Even better than your opinion or my opinion I would advise you to talk to your doctor and get their opinion.  They are the professionals after all!


----------



## mma007 (Aug 1, 2013)

Brian R. VanCise said:


> Even better than your opinion or my opinion I would advise you to talk to your doctor and get their opinion.  They are the professionals after all!

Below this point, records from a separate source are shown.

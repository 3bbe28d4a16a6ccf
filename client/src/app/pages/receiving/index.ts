export { Receiving as default } from './receiving';
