// Widens the time span an import touched until it holds every stored excursion, gap and fill it meets.
import { QueryTypes, type Sequelize, type Transaction } from 'sequelize';

interface Span {
  start: number;
  end: number;
}

const iso = (ms: number) => new Date(ms).toISOString();

/**
 * From the file's first to last reading, out to the fridge's readings just before and after (so a gap
 * between two files is seen), then to the ends of every stored record that overlaps, until nothing more
 * overlaps. Records are then recomputed as a whole, never cut at the window's edge.
 */
export async function findRecomputeWindow(sequelize: Sequelize, transaction: Transaction, fridgeId: number, loggerIds: readonly number[], span: Span): Promise<Span> {
  const [neighbours] = await sequelize.query<{ before: Date | null; after: Date | null }>(
    `SELECT
       (SELECT max(p.at) FROM unnest(ARRAY[:ids]::int[]) AS l(id)
          CROSS JOIN LATERAL (SELECT at FROM readings WHERE logger_id = l.id AND at < :start ORDER BY at DESC LIMIT 1) p) AS before,
       (SELECT min(n.at) FROM unnest(ARRAY[:ids]::int[]) AS l(id)
          CROSS JOIN LATERAL (SELECT at FROM readings WHERE logger_id = l.id AND at > :end ORDER BY at LIMIT 1) n) AS after`,
    { replacements: { ids: [...loggerIds, 0], start: iso(span.start), end: iso(span.end) }, type: QueryTypes.SELECT, transaction },
  );
  let window: Span = {
    start: neighbours?.before ? Math.min(span.start, new Date(neighbours.before).getTime()) : span.start,
    end: neighbours?.after ? Math.max(span.end, new Date(neighbours.after).getTime()) : span.end,
  };
  for (let round = 0; round < 50; round++) {
    const [reach] = await sequelize.query<{ start: Date | null; end: Date | null }>(
      `SELECT min(starts_at) AS start, max(ends_at) AS end FROM (
         SELECT starts_at, ends_at FROM excursions WHERE fridge_id = :fridgeId AND source = 'readings' AND starts_at <= :end AND ends_at >= :start
         UNION ALL SELECT starts_at, ends_at FROM fridge_gaps WHERE fridge_id = :fridgeId AND starts_at <= :end AND ends_at >= :start
         UNION ALL SELECT starts_at, ends_at FROM backup_fills WHERE fridge_id = :fridgeId AND starts_at <= :end AND ends_at >= :start
       ) records`,
      { replacements: { fridgeId, start: iso(window.start), end: iso(window.end) }, type: QueryTypes.SELECT, transaction },
    );
    const next = {
      start: reach?.start ? Math.min(window.start, new Date(reach.start).getTime()) : window.start,
      end: reach?.end ? Math.max(window.end, new Date(reach.end).getTime()) : window.end,
    };
    if (next.start === window.start && next.end === window.end) break;
    window = next;
  }
  return window;
}
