// Merges a file's readings with those stored: COPY into a staging table, then one INSERT ... ON CONFLICT, reporting repeats and conflicts.
import type { Transaction } from 'sequelize';
import type { ReadingConflict } from '../../shared/fridges/log-import-view.js';
import type { LogReading } from '../../shared/logs/log-reading.js';
import { BinaryCopyWriter } from './binary-copy-writer.js';
import { transactionClient } from './transaction-client.js';

/** Two values this close are the same reading written twice (a file's rounding, °F against °C). */
export const SAME_VALUE_TOLERANCE_C = 0.01;
const CONFLICT_SAMPLES = 100;

export interface StoreResult {
  stored: number;
  duplicates: number;
  conflicts: number;
  conflictSamples: ReadingConflict[];
  /** Whether the logger held readings inside the file's span before (then what is stored is a merge). */
  overlappedStored: boolean;
}

/** `readings` sorted by time with one per instant, as LogReader.finish gives them; runs inside the import's transaction. */
export async function storeReadings(transaction: Transaction, loggerId: number, readings: readonly LogReading[]): Promise<StoreResult> {
  const client = transactionClient(transaction);
  await client.query('CREATE TEMP TABLE import_staging (at timestamptz NOT NULL, temp_c real NOT NULL, line integer NOT NULL) ON COMMIT DROP');
  const writer = new BinaryCopyWriter(client, 'COPY import_staging (at, temp_c, line) FROM STDIN (FORMAT binary)', ['timestamptz', 'float4', 'int4']);
  for (let i = 0; i < readings.length; i++) {
    writer.add([readings[i].at, readings[i].tempC, readings[i].line]);
    if (i % 2048 === 2047) await writer.flush();
  }
  const failure = await writer.end();
  if (failure) throw failure;
  const first = readings[0].at;
  const last = readings[readings.length - 1].at;
  const overlap = await client.query(
    'SELECT 1 FROM readings WHERE logger_id = $1 AND at BETWEEN to_timestamp($2::float8 / 1000) AND to_timestamp($3::float8 / 1000) LIMIT 1',
    [loggerId, first, last],
  );
  let duplicates = 0;
  let conflicts = 0;
  let conflictSamples: ReadingConflict[] = [];
  if (overlap.rowCount) {
    const counts = await client.query<{ duplicates: string; conflicts: string }>(
      `SELECT count(*) FILTER (WHERE abs(r.temp_c - s.temp_c) <= $2) AS duplicates, count(*) FILTER (WHERE abs(r.temp_c - s.temp_c) > $2) AS conflicts
       FROM import_staging s JOIN readings r ON r.logger_id = $1 AND r.at = s.at`,
      [loggerId, SAME_VALUE_TOLERANCE_C],
    );
    duplicates = Number(counts.rows[0].duplicates);
    conflicts = Number(counts.rows[0].conflicts);
    if (conflicts) {
      const samples = await client.query<{ line: number; at: Date; file_c: number; stored_c: number }>(
        `SELECT s.line, s.at, s.temp_c AS file_c, r.temp_c AS stored_c
         FROM import_staging s JOIN readings r ON r.logger_id = $1 AND r.at = s.at
         WHERE abs(r.temp_c - s.temp_c) > $2 ORDER BY s.line LIMIT ${CONFLICT_SAMPLES}`,
        [loggerId, SAME_VALUE_TOLERANCE_C],
      );
      conflictSamples = samples.rows.map((r) => ({ line: r.line, at: new Date(r.at).toISOString(), fileC: r.file_c, storedC: r.stored_c }));
    }
  }
  const inserted = await client.query(
    'INSERT INTO readings (at, logger_id, temp_c) SELECT at, $1, temp_c FROM import_staging ON CONFLICT (logger_id, at) DO NOTHING',
    [loggerId],
  );
  await client.query('DROP TABLE import_staging');
  return { stored: inserted.rowCount ?? 0, duplicates, conflicts, conflictSamples, overlappedStored: overlap.rowCount !== 0 };
}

already contact my eye doctor he says: there's actuale a risk of getting flap off but the chanse is pretty little, he only knew one that have his flap of and this is he was hit with a point of a branch in the eye,   he says if you could resist go do some boxing but be cautios..


----------



## clfsean (Aug 1, 2013)

mma007 said:


> already contact my eye doctor he says: there's actuale a risk of getting flap off but the chanse is pretty little, he only knew one that have his flap of and this is he was hit with a point of a branch in the eye,   he says if you could resist go do some boxing but be cautios..



When you let it heal completely, the chances of tearing the flap are very slim. This is short of having something directly on your eye & making some kind of invasive contact. My Dr said contact wise, I'd be fine once it healed completely. Nobody is immune to the finger/object in the eye doing damage. 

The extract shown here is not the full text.